The scar on her hip, forever imprinted into her flesh from the elf's lacking medical skills reminds him how bitter failure taste like. Over 200 years and he hasn't once managed to protect someone he cares about.

Rose on the other hand, protects people she has never even met like it's second nature. She saves lives on a near daily basis and Lucien is slightly envious of this. She doesn't know what it's like to lose family after family and feel powerless to control it.

When the betrayal of the brotherhood hits her, and Astrid lay dead on the floor he's reeling inside. She made it too easy. That woman deserved worse than she got, burned nearly beyond recognition as she were. Astrid deserved a real traitor's death. Like the one he endured.

The lostness in her face as she wanders the halls and sees dead family is what calms him, keeps him centered, because for once she understands what it's like to fail to protect someone, and it's bittersweet.

She doesn't go to Dawnstar for a long while, just like she stops calling for him altogether, and one day it feels like he is being ripped into shards. He recognizes these feelings like when his fellow Speakers carved their hatred into his body and the void is fading away from a vast cold nothing to a warm nothing.

He wakes up.

Actually, wakes up, and feels what it's like to have a heart beating with wild abandon. He feels the warmth of his skin and the cramping discomfort of having been unconscious on a wooden floor.
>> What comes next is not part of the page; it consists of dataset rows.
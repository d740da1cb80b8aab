#pragma once
// Command-line values that describe motion, shared by the tools so that they read the same text
// the same way: halfspin-stepstudy describes a vehicle with them for the bounds, halfspin-gyro-log
// builds the truth motion of the same description. Tool code.
//
//   --vibration HZ:X,Y,Z:UNIT[:PX,PY,PZ]   parse_vibration → VibrationOption → vibration_line()
//       a sinusoidal line at HZ (Hz), amplitude X,Y,Z (>= 0) about the body axes in UNIT: rad or
//       deg (angle amplitude θ_i; rate amplitude 2π·HZ·θ_i) or rad/s or deg/s (rate amplitude);
//       optional phases PX,PY,PZ (deg), axis i's rate being A_i·cos(2π·HZ·t + P_i)
//   --coning DEG,HZ                         parse_coning: half-angle in (0, 90) deg, HZ > 0
//   X,Y,Z                                   parse_triple: three finite numbers
// The library's VibrationLine (bounds/motion_description.hpp) is what a line becomes.

#include <array>
#include <cmath>
#include <cstddef>
#include <cstdlib>
#include <string>
#include <string_view>
#include <vector>

#include "halfspin/bounds/motion_description.hpp"
#include "halfspin/core/vector3.hpp"

namespace halfspin::tools {

// The largest number of vibration lines (VibrationSpec's capacity).
inline constexpr std::size_t max_vibration_lines = VibrationSpec<double>::capacity;

// Units a vibration amplitude can be given in: an angle amplitude (rad, deg) or a rate amplitude
// (rad/s, deg/s), per body axis.
enum class AmplitudeUnit { rad, deg, rad_per_s, deg_per_s };

// One --vibration HZ:X,Y,Z:UNIT[:PX,PY,PZ] as given.
struct VibrationOption {
  std::string text;  // the option's value, for messages
  double frequency_hz = 0;
  std::array<double, 3> amplitude{};  // in `unit`, each >= 0
  AmplitudeUnit unit = AmplitudeUnit::rad;
  bool phases_known = false;
  std::array<double, 3> phase_deg{};  // deg, when known
};

namespace detail {

inline std::vector<std::string> split(std::string_view text) {
  std::vector<std::string> parts;
  std::size_t start = 0;
  while (start <= text.size()) {
    const std::size_t comma = text.find(',', start);
    const std::size_t end = comma == std::string_view::npos ? text.size() : comma;
    parts.emplace_back(text.substr(start, end - start));
    if (comma == std::string_view::npos) {
      break;
    }
    start = comma + 1;
  }
  return parts;
}

// A finite number filling the whole text.
inline bool parse_number(const std::string& text, double& value) {
  if (text.empty()) {
    return false;
  }
  char* end = nullptr;
  value = std::strtod(text.c_str(), &end);
  return end - text.c_str() == static_cast<std::ptrdiff_t>(text.size()) && std::isfinite(value);
}

// Three comma-separated finite numbers, each >= 0 unless `signed_values`.
inline bool parse_triple(std::string_view text, std::array<double, 3>& out, bool signed_values) {
  const std::vector<std::string> parts = split(text);
  if (parts.size() != 3) {
    return false;
  }
  for (std::size_t i = 0; i < 3; ++i) {
    if (!parse_number(parts[i], out.at(i)) || (!signed_values && out.at(i) < 0)) {
      return false;
    }
  }
  return true;
}

// Splits on ':' (the fields of --vibration).
inline std::vector<std::string> fields(std::string_view text) {
  std::vector<std::string> parts;
  std::size_t start = 0;
  while (true) {
    const std::size_t colon = text.find(':', start);
    if (colon == std::string_view::npos) {
      parts.emplace_back(text.substr(start));
      return parts;
    }
    parts.emplace_back(text.substr(start, colon - start));
    start = colon + 1;
  }
}

inline constexpr double degrees_per_radian = 180.0 / 3.14159265358979323846;

inline Vector3<double> as_vector(const std::array<double, 3>& a) { return {a[0], a[1], a[2]}; }

}  // namespace detail

// One --vibration value, HZ:X,Y,Z:UNIT[:PX,PY,PZ]; false with a message in `error`.
inline bool parse_vibration(const std::string& text, VibrationOption& v, std::string& error) {
  using detail::parse_number;
  using detail::parse_triple;
  const std::string head = "--vibration '" + text + "': ";
  // The unit rad/s contains no ':', so the fields split cleanly on ':'.
  const std::vector<std::string> f = detail::fields(text);
  if (f.size() != 3 && f.size() != 4) {
    error = head + "expected HZ:X,Y,Z:UNIT or HZ:X,Y,Z:UNIT:PX,PY,PZ (e.g. 120:0,0,0.01:rad)";
    return false;
  }
  v.text = text;
  if (!parse_number(f[0], v.frequency_hz) || !(v.frequency_hz > 0)) {
    error = head + "the frequency '" + f[0] + "' is not a positive finite number (Hz)";
    return false;
  }
  if (!parse_triple(f[1], v.amplitude, false)) {
    error = head + "the amplitude '" + f[1] + "' is not three non-negative finite numbers X,Y,Z";
    return false;
  }
  if (!(v.amplitude[0] > 0 || v.amplitude[1] > 0 || v.amplitude[2] > 0)) {
    error = head + "every amplitude is zero (no vibration)";
    return false;
  }
  if (f[2] == "rad") {
    v.unit = AmplitudeUnit::rad;
  } else if (f[2] == "deg") {
    v.unit = AmplitudeUnit::deg;
  } else if (f[2] == "rad/s") {
    v.unit = AmplitudeUnit::rad_per_s;
  } else if (f[2] == "deg/s") {
    v.unit = AmplitudeUnit::deg_per_s;
  } else {
    error = head + "the unit '" + f[2] +
            "' is not one of rad, deg (angle amplitude), rad/s, deg/s (rate amplitude)";
    return false;
  }
  v.phases_known = f.size() == 4;
  if (v.phases_known && !parse_triple(f[3], v.phase_deg, true)) {
    error = head + "the phases '" + f[3] + "' are not three finite numbers PX,PY,PZ (deg)";
    return false;
  }
  return true;
}

// One --coning DEG,HZ value: a half-angle in (0, 90) deg and a positive frequency (Hz); false with
// a message in `error`.
inline bool parse_coning(const std::string& text, double& half_angle_deg, double& frequency_hz,
                         std::string& error) {
  const std::vector<std::string> parts = detail::split(text);
  if (parts.size() != 2 || !detail::parse_number(parts[0], half_angle_deg) ||
      !detail::parse_number(parts[1], frequency_hz) || !(half_angle_deg > 0) ||
      !(frequency_hz > 0) || !(half_angle_deg < 90)) {
    error = "--coning takes DEG,HZ: a half-angle in (0, 90) deg and a positive frequency in Hz";
    return false;
  }
  return true;
}

// The library's line for one --vibration value (its unit decides the factory).
inline VibrationLine<double> vibration_line(const VibrationOption& v) {
  const Vector3<double> a = detail::as_vector(v.amplitude);
  VibrationLine<double> line{};
  switch (v.unit) {
    case AmplitudeUnit::rad:
      line = VibrationLine<double>::from_angle_amplitude(v.frequency_hz, a);
      break;
    case AmplitudeUnit::deg:
      line = VibrationLine<double>::from_angle_amplitude_deg(v.frequency_hz, a);
      break;
    case AmplitudeUnit::rad_per_s:
      line = VibrationLine<double>::from_rate_amplitude(v.frequency_hz, a);
      break;
    case AmplitudeUnit::deg_per_s:
      line = VibrationLine<double>::from_rate_amplitude_deg_s(v.frequency_hz, a);
      break;
  }
  if (v.phases_known) {
    line = line.with_phases(detail::as_vector(v.phase_deg) / detail::degrees_per_radian);
  }
  return line;
}

}  // namespace halfspin::tools
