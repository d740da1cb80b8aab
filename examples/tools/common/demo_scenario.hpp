#pragma once
// The tools' demo scenario (invented): a small fixed-wing survey drone circling in a steady banked
// turn, its gyro frame coned by engine vibration. 1 kHz gyro; budget 0.1° over 10 minutes.
//
//   Turn: coordinated, level, at airspeed V = 18 m/s and bank φ = 35°, so the turn rate is
//   ψ̇ = g·tan φ / V = 0.3815 rad/s (g = 9.80665 m/s², common practice, no source) and the body
//   rate is constant: (p, q, r) = (0, ψ̇ sin φ, ψ̇ cos φ) = (0, 0.2188, 0.3125) rad/s.
//   Vibration: classical coning of half-angle 0.02° at 85 Hz (an engine at 5100 rpm).
//   Truth: ComposedMotion (truth/composed_motion.hpp) of the turn carrying the coning, exact.
//
// Description for the a-priori bounds: the body rate is R(q_c)ᵀ·c + ω_cone, c the turn rate and
// q_c the coning attitude. With R(q_c) = I + sin a [n]× + (1 − cos a)[n]×², n(t) = (0, cos Ωt,
// sin Ωt), the k-th derivative (k ≥ 1) of the first term is at most |c|·(sin a·Ωᵏ + (1 − cos a)·
// (2Ω)ᵏ) ([n]×² = n nᵀ − I turns at 2Ω). That envelope is the manoeuvre and the coning its
// ConingSpec (MotionDescription): the exponential-map, Magnus and coning steppers keep the cone's
// exact error and bound what the turn adds (bounds/mixed_motion_bound.hpp); the others take the
// sum of the two envelopes.
// Nothing here is a real vehicle.

#include <cmath>
#include <cstddef>

#include "halfspin/bounds/motion_description.hpp"
#include "halfspin/core/exponential_map.hpp"
#include "halfspin/core/quaternion.hpp"
#include "halfspin/core/vector3.hpp"
#include "halfspin/truth/classical_coning.hpp"
#include "halfspin/truth/composed_motion.hpp"
#include "halfspin/truth/constant_rate.hpp"

namespace halfspin::tools::demo {

inline constexpr double airspeed_m_s = 18.0;
inline constexpr double bank_deg = 35.0;
inline constexpr double gravity_m_s2 = 9.80665;
inline constexpr double vibration_half_angle_deg = 0.02;
inline constexpr double vibration_frequency_hz = 85.0;
inline constexpr double gyro_rate_hz = 1000.0;
inline constexpr double budget_deg = 0.1;
inline constexpr double horizon_s = 600.0;

inline constexpr double pi = 3.141592653589793238462643383279502884;
inline constexpr double degree = pi / 180.0;

// Turn rate ψ̇ (rad/s) and the constant body rate of the turn (rad/s).
inline double turn_rate() noexcept {
  return gravity_m_s2 * std::tan(bank_deg * degree) / airspeed_m_s;
}
inline Vector3<double> turn_body_rate() noexcept {
  const double w = turn_rate();
  return {0.0, w * std::sin(bank_deg * degree), w * std::cos(bank_deg * degree)};
}

// The truth motion in T (double or long double): the turn, starting level-banked at heading 0,
// carrying the vibration coning.
template <class T>
using Motion = ComposedMotion<T, ConstantRateMotion<T>, ClassicalConingMotion<T>>;

template <class T>
Motion<T> motion() noexcept {
  const Vector3<double> c = turn_body_rate();
  const T half_bank = static_cast<T>(0.5 * bank_deg * degree);
  const ConstantRateMotion<T> turn{
      Quaternion<T>{std::cos(half_bank), std::sin(half_bank), T(0), T(0)},
      Vector3<T>{static_cast<T>(c.x), static_cast<T>(c.y), static_cast<T>(c.z)}};
  const ClassicalConingMotion<T> vibration{static_cast<T>(vibration_half_angle_deg * degree),
                                           static_cast<T>(2.0 * pi * vibration_frequency_hz)};
  return compose<T>(turn, vibration);
}

// The a-priori description of the same motion (header comment).
inline MotionDescription<double> description() noexcept {
  const double c = norm(turn_body_rate());
  const double a = vibration_half_angle_deg * degree;
  const double w = 2.0 * pi * vibration_frequency_hz;
  RateEnvelope<double> turn{};
  turn.derivative[0] = c;
  double wk = 1.0;
  double w2k = 1.0;
  for (std::size_t k = 1; k < 6; ++k) {
    wk *= w;
    w2k *= 2.0 * w;
    turn.derivative[k] = c * (std::sin(a) * wk + (1.0 - std::cos(a)) * w2k);
  }
  const ConingSpec<double> cone{a, vibration_frequency_hz};
  MotionDescription<double> d{};
  d.maneuver = turn;
  d.coning = cone;
  return d;
}

}  // namespace halfspin::tools::demo
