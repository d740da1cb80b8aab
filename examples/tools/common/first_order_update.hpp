#pragma once
// The first-order firmware update, kept as a REFERENCE to compare halfspin's methods against; it
// is not a halfspin stepper, is not in the stepper catalogue or the recommendation, has no
// a-priori bound, and is not recommended:
//
//   q ← q + ½·dt·q ⊗ (0, ω),  then  q ← q / ‖q‖  (one square root and one division)
//
// with ω the latest gyro rate sample (rad/s, body frame) and dt the step (s). Many firmwares
// integrate attitude this way (common practice, no source). Its error is first order in dt: the
// held rate sample misses the rate's change over the step (and the truncated exponential misses
// the ½(|ω|dt)² term, which the normalization turns into a third-order angle error per step).
//
// Conventions: scalar-first Hamilton quaternions, q maps body vectors to the reference frame,
// q̇ = ½ q ⊗ (0, ω) (DESIGN.md). Used by halfspin-stepstudy's reference series (--baseline) and
// the baseline/first_order_normalized benchmarks, so both measure the same code.
//
// Tool code (not part of the installed library).

#include <cmath>

#include "halfspin/core/quaternion.hpp"
#include "halfspin/core/vector3.hpp"

namespace halfspin::tools {

inline constexpr const char* first_order_normalized_name = "first_order_normalized";
inline constexpr const char* first_order_normalized_label = "first-order firmware update";

// One step of the first-order firmware update: q (unit, scalar-first) advanced by rate w (rad/s)
// held over dt (s), renormalized by q/‖q‖. No validation: a firmware doing this has none either.
template <class T>
Quaternion<T> first_order_normalized_step(const Quaternion<T>& q, const Vector3<T>& w,
                                          T dt) noexcept {
  const T hx = T(0.5) * dt * w.x;
  const T hy = T(0.5) * dt * w.y;
  const T hz = T(0.5) * dt * w.z;
  // q ⊗ (0, h) written out, added to q.
  const T a = q.w - q.x * hx - q.y * hy - q.z * hz;
  const T b = q.x + q.w * hx + q.y * hz - q.z * hy;
  const T c = q.y + q.w * hy - q.x * hz + q.z * hx;
  const T d = q.z + q.w * hz + q.x * hy - q.y * hx;
  const T inverse_norm = T(1) / std::sqrt(a * a + b * b + c * c + d * d);
  return {a * inverse_norm, b * inverse_norm, c * inverse_norm, d * inverse_norm};
}

}  // namespace halfspin::tools
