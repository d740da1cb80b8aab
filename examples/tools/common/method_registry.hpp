#pragma once
// The desktop tools' view of the library's one stepper catalogue (stepper_catalogue.hpp): every
// stepper by its `name`, with its one line of description, and a way to run code for a stepper
// chosen at run time.
//
//   for_each_method(f)        calls f(MethodTag<Stepper>{}) for every stepper, in catalogue order
//   visit_method(name, f)     calls f(MethodTag<Stepper>{}) for the stepper called `name` (or by
//                             a documented alias, method_aliases); returns false (and calls
//                             nothing) if there is none
//   method_catalogue()        name, description and static facts of every stepper
//
// Tool code (not part of the installed library): it may use the standard library freely.

#include <array>
#include <cstddef>
#include <string_view>
#include <tuple>
#include <utility>

#include "halfspin/propagation/coning_compensation.hpp"
#include "halfspin/propagation/embedded_runge_kutta.hpp"
#include "halfspin/propagation/explicit_runge_kutta.hpp"
#include "halfspin/propagation/exponential_map_step.hpp"
#include "halfspin/propagation/lie_group_runge_kutta.hpp"
#include "halfspin/propagation/magnus4.hpp"
#include "halfspin/propagation/stepper_catalogue.hpp"
#include "halfspin/propagation/stepper_traits.hpp"

namespace halfspin::tools {

template <class Stepper>
struct MethodTag {
  using type = Stepper;
};

namespace detail {
template <class List>
struct AsTuple;
template <class... S>
struct AsTuple<TypeList<S...>> {
  using type = std::tuple<S...>;
};
}  // namespace detail

// Every stepper, in the library catalogue's order
// (include/halfspin/propagation/stepper_catalogue.hpp).
using AllMethods = detail::AsTuple<StepperCatalogue::steppers>::type;

inline constexpr std::size_t method_count = StepperCatalogue::size;

// One line per stepper (what it does, what it takes); same order as AllMethods.
inline constexpr std::array<const char*, method_count> method_descriptions =
    StepperCatalogue::descriptions;

// The run-time names of the previous release, accepted for one release as documented aliases of
// the catalogue's names (docs/desktop-tools.md). Each maps to exactly one catalogued name.
struct MethodAlias {
  const char* old_name;
  const char* name;
};
inline constexpr std::array<MethodAlias, 20> method_aliases{{
    {"expmap_hold_end", "exponential_map_hold_end"},
    {"expmap_hold_start", "exponential_map_hold_start"},
    {"expmap_midpoint_mean", "exponential_map_midpoint_mean"},
    {"expmap_midpoint_sample", "exponential_map_midpoint_sample"},
    {"magnus4", "magnus_4"},
    {"coning_3_sample_older", "coning_3_sample_miller"},
    {"rk2_midpoint_sampled", "runge_kutta_2_midpoint_sampled"},
    {"rk2_midpoint_interpolated", "runge_kutta_2_midpoint_interpolated"},
    {"rk2_midpoint_rate_function", "runge_kutta_2_midpoint_rate_function"},
    {"rk3_kutta_sampled", "runge_kutta_3_kutta_sampled"},
    {"rk3_kutta_interpolated", "runge_kutta_3_kutta_interpolated"},
    {"rk3_kutta_rate_function", "runge_kutta_3_kutta_rate_function"},
    {"rk4_sampled", "runge_kutta_4_sampled"},
    {"rk4_interpolated", "runge_kutta_4_interpolated"},
    {"rk4_rate_function", "runge_kutta_4_rate_function"},
    {"rkmk4_sampled", "munthe_kaas_4_sampled"},
    {"rkmk4_interpolated", "munthe_kaas_4_interpolated"},
    {"rkmk4_rate_function", "munthe_kaas_4_rate_function"},
    {"rk2_sampled", "runge_kutta_2_midpoint_sampled"},
    {"rk3_sampled", "runge_kutta_3_kutta_sampled"},
}};

// The catalogue name for `name`: itself if catalogued, the new name of an alias, else `name`.
inline std::string_view canonical_method_name(std::string_view name) noexcept {
  for (const MethodAlias& a : method_aliases) {
    if (name == std::string_view(a.old_name)) {
      return a.name;
    }
  }
  return name;
}

// The static facts of a stepper the tools print and select on.
struct MethodInfo {
  const char* name;
  const char* description;
  SampleLayout layout;
  std::size_t window;
  std::size_t periods_per_step;  // gyro sample periods one step spans (0: rate function)
  int order;
  int flops;
  bool has_estimate;  // step_with_estimate: the propagator reports an error estimate
};

namespace detail {

using RateFunctionPointer = Vector3<double> (*)(double);

template <class Stepper>
constexpr bool method_has_estimate() noexcept {
  return Stepper::has_estimate;
}

template <class Stepper>
constexpr MethodInfo method_info(std::size_t index) noexcept {
  static_cast<void>(index);
  return {Stepper::name,
          Stepper::description,
          Stepper::layout,
          Stepper::window,
          Stepper::layout == SampleLayout::rate_function
              ? std::size_t{0}
              : periods_per_step(Stepper::layout, Stepper::window),
          Stepper::order,
          Stepper::flops,
          method_has_estimate<Stepper>()};
}

template <std::size_t... I>
constexpr std::array<MethodInfo, method_count> make_catalogue(std::index_sequence<I...>) noexcept {
  return {{method_info<std::tuple_element_t<I, AllMethods>>(I)...}};
}

}  // namespace detail

inline constexpr std::array<MethodInfo, method_count> method_catalogue_table =
    detail::make_catalogue(std::make_index_sequence<method_count>{});

inline const std::array<MethodInfo, method_count>& method_catalogue() noexcept {
  return method_catalogue_table;
}

template <class F>
void for_each_method(F&& f) {
  std::apply([&f](auto... s) { (f(MethodTag<decltype(s)>{}), ...); }, AllMethods{});
}

// Calls f(MethodTag<Stepper>{}) for the stepper called `name` or by one of its documented aliases.
template <class F>
bool visit_method(std::string_view requested, F&& f) {
  const std::string_view name = canonical_method_name(requested);
  bool found = false;
  for_each_method([&](auto tag) {
    using S = typename decltype(tag)::type;
    if (!found && name == std::string_view(S::name)) {
      found = true;
      f(tag);
    }
  });
  return found;
}

}  // namespace halfspin::tools
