TEST_CASE("baseline: closed form at constant rate, and only with a truth motion",
          "[tools][reference]") {
  const std::string csv = path("baseline_constant.csv");
  const double duration = 2.0;
  const Result r = run_tool(
      "--motion constant --methods exponential_map_hold_end --baseline --scalar double "
      "--step-min 2e-3 --step-max 1e-1 --steps 8 --duration 2 --csv '" +
          csv + "'",
      "baseline_constant");
  REQUIRE(r.exit_code == 0);
  // At constant rate the held sample is exact, and the step q ⊗ (1, ½θ·n)/√(1 + θ²/4), θ = |ω|dt,
  // turns by 2·atan(θ/2) about the fixed axis n instead of θ; the errors add along that axis:
  // N·(θ − 2·atan(θ/2)), second order (derived here from the update; common practice, no source).
  const double w = std::sqrt(0.81 + 0.36 + 1.69);  // the tool's constant ω = (0.9, −0.6, 1.3) rad/s
  int checked = 0;
  for (const ReferenceCsvRow& row : read_reference_csv(csv)) {
    if (row.series != "reference") {
      continue;
    }
    const double steps = std::round(duration / row.step_s);
    const double theta = w * row.step_s;
    const double expected = steps * (theta - 2.0 * std::atan(0.5 * theta));
    INFO("step " << row.step_s << ": error " << row.max_error_rad << ", closed form " << expected);
    if (expected > 1e3 * eps_double * steps) {
      CHECK(row.max_error_rad == Approx(expected).epsilon(0.01));
      ++checked;
    }
  }
  CHECK(checked == 8);
  // A description has no truth to run it on, nor has a gyro log.
  const Result d = run_tool("--envelope 0.6,1,5 --baseline", "baseline_description");
  CHECK(d.exit_code == 1);
  CHECK(d.err.find("--baseline") != std::string::npos);
  const Result l = run_tool("--log '" + path("no_such_log.csv") + "' --baseline", "baseline_log");
  CHECK(l.exit_code == 1);
  CHECK(l.err.find("--baseline") != std::string::npos);
}
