// A destination file written through a temporary beside it (same directory, so the final rename
// is atomic on POSIX file systems).
class StagedOutputFile {
 public:
  StagedOutputFile() = default;
  StagedOutputFile(const StagedOutputFile&) = delete;
  StagedOutputFile& operator=(const StagedOutputFile&) = delete;
  StagedOutputFile(StagedOutputFile&&) = delete;
  StagedOutputFile& operator=(StagedOutputFile&&) = delete;
  ~StagedOutputFile() { discard(); }

  // Creates the temporary `<destination>.tmp-XXXXXX`. False (with errno) if it cannot. A
  // destination that exists and is not a regular file (/dev/null, a named pipe, a terminal) is
  // opened and written directly instead: renaming over it would replace the device or pipe with
  // a regular file (and needs write access to its directory).
  bool open(const std::string& destination) {
    destination_ = destination;
    struct stat st {};
    if (::stat(destination.c_str(), &st) == 0 && !S_ISREG(st.st_mode)) {
      file_ = std::fopen(destination.c_str(), "w");
      direct_ = file_ != nullptr;
      return direct_;
    }
    std::string pattern = destination + ".tmp-XXXXXX";
    const int fd = mkstemp(pattern.data());
    if (fd < 0) {
      return false;
    }
    temporary_ = pattern;
    file_ = fdopen(fd, "w");
    if (file_ == nullptr) {
      close(fd);
      std::remove(temporary_.c_str());
      temporary_.clear();
      return false;
    }
    return true;
  }

  std::FILE* get() const noexcept { return file_; }

  // Flushes, closes and renames over the destination. False if any write or the rename failed
  // (the temporary is then removed).
  bool commit() {
    if (file_ == nullptr) return false;
    const bool write_ok = std::ferror(file_) == 0;
    const bool close_ok = std::fclose(file_) == 0;
    file_ = nullptr;
    if (direct_) {
      return write_ok && close_ok;
    }
    if (!write_ok || !close_ok || std::rename(temporary_.c_str(), destination_.c_str()) != 0) {
      std::remove(temporary_.c_str());
      temporary_.clear();
      return false;
    }
    temporary_.clear();
    return true;
  }

  // Closes and removes the temporary (nothing under the destination's name is touched).
  void discard() noexcept {
    if (file_ != nullptr) {
      std::fclose(file_);
      file_ = nullptr;
    }
    if (!temporary_.empty()) {
      std::remove(temporary_.c_str());
      temporary_.clear();
    }
  }

 private:
  std::string destination_;
  std::string temporary_;
  std::FILE* file_ = nullptr;
  bool direct_ = false;  // the destination is not a regular file: written in place
};

// Writes `values` as one CSV row with `digits` significant digits (17 round-trips a double,
// 9 a float).
template <std::size_t N>
void write_csv_row(std::FILE* f, const std::array<double, N>& values, int digits) {
  for (std::size_t i = 0; i < N; ++i) {
    std::fprintf(f, i == 0 ? "%.*g" : ",%.*g", digits, values[i]);
  }
  std::fputc('\n', f);
}

}  // namespace halfspin::tools
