#pragma once
// Numbers as text for the tools' tables and messages.

#include <array>
#include <cmath>
#include <cstdio>
#include <string>

namespace halfspin::tools {

// One number printed with a printf format holding one floating-point conversion.
inline std::string number_text(const char* fmt, double v) {
  std::array<char, 64> buffer{};
  std::snprintf(buffer.data(), buffer.size(), fmt, v);
  return buffer.data();
}

// A table cell: "%.3e", "-" for NaN (nothing measured), "inf" for an infinity.
inline std::string scientific_cell(double v) {
  return std::isfinite(v) ? number_text("%.3e", v) : (std::isnan(v) ? "-" : "inf");
}

}  // namespace halfspin::tools
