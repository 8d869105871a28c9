package dailymax

import (
	"math"
	"strings"
	"testing"
	"time"
)

// TestRead: the documented format and its errors.
func TestRead(t *testing.T) {
	m, err := Read(strings.NewReader("\ufeffstation_id,date,tmax_c\r\nXQ1,2016-07-01,31.5\r\n\r\nXQ2,2016-07-01, -3\r\n"))
	if err != nil || len(m) != 2 {
		t.Fatalf("%v %v", m, err)
	}
	// 31.5 °C and −3 °C in K (0 °C = 273.15 K, the Celsius scale's definition).
	day := time.Date(2016, 7, 1, 0, 0, 0, 0, time.UTC)
	for i, w := range []Record{{"XQ1", day, 304.65}, {"XQ2", day, 270.15}} {
		if g := m[i]; g.StationID != w.StationID || !g.Date.Equal(w.Date) || math.Abs(g.TmaxK-w.TmaxK) > 1e-9 {
			t.Errorf("record %d = %+v, want %+v", i, g, w)
		}
	}
	bad := []struct{ in, msg string }{
		{"", "empty input"},
		{"station,date,tmax\n", "line 1: header"},
		{"station_id,date,tmax_c\nXQ1,01/07/2016,30\n", "line 2: date"},
		{"station_id,date,tmax_c\nXQ1,2016-07-01,hot\n", "line 2: tmax_c"},
		{"station_id,date,tmax_c\nXQ1,2016-07-01,30\nXQ1,2016-07-01,31\n", "line 3: repeated"},
		{"station_id,date,tmax_c\nXQ1,2016-07-01\n", "wrong number of fields"},
	}
	for _, b := range bad {
		if _, err := Read(strings.NewReader(b.in)); err == nil || !strings.Contains(err.Error(), b.msg) {
			t.Errorf("%q: error %v, want %q", b.in, err, b.msg)
		}
	}
}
He recognizes the blood stains, the bookcase, and the abandoned bed of the swampland shack. He feels his lungs expand with breath and the panic in his gut when confronted with the empty space and silence of no longer having Sithis or his bride in his head.

He doesn't understand what happened, but he knows she had something to do with it. Knows it like he knows he is now very much alive and finds the sharp blade on the table before he sets out to find her.

It takes a while and a lot of asking around, but he finds her just the same. She is probably just as shocked upon seeing him as he was waking up for the 1st time in 200 years. He has her pinned to the wall and he could have snapped her neck.

He wanted to.

Her face is twisted in a way that reminds him of how he felt as his brothers and sisters piled into the farmhouse and cut him down mercilessly.

He lets her go and slinks back into the chair across the way. Watches her sink to the floor in a mess of trembling limbs and feels a sinking in his stomach that he hides with a wicked grin.

He never tells her about the high elves that lie dead in the gutter, the ones in black robes and golden armor asking around Riften where they might find her, just like he doesn't tell her about that shifty cat from the marketplace whose throat he cut wide in the sewers and left for skeevers.

He doesn't tell her a lot of things as he stares from the other side of the room, in fact he doesn't speak at all for a long while, and even if he hates what she's done to him he swears that this time he will be there.

This time, he will protect her.


Author's Note: So I'm not entirely sure how I feel about this chapter to be honest. Hopefully you guys found it interesting. It's kind of an add on to the previous one and it is an idea I had toyed with for some time.
I did want to give a shoutout to Hija de la Tempestad. I hope I spelled that correctly, but big thanks for the reviews and ideas on my other fic. Very much grateful!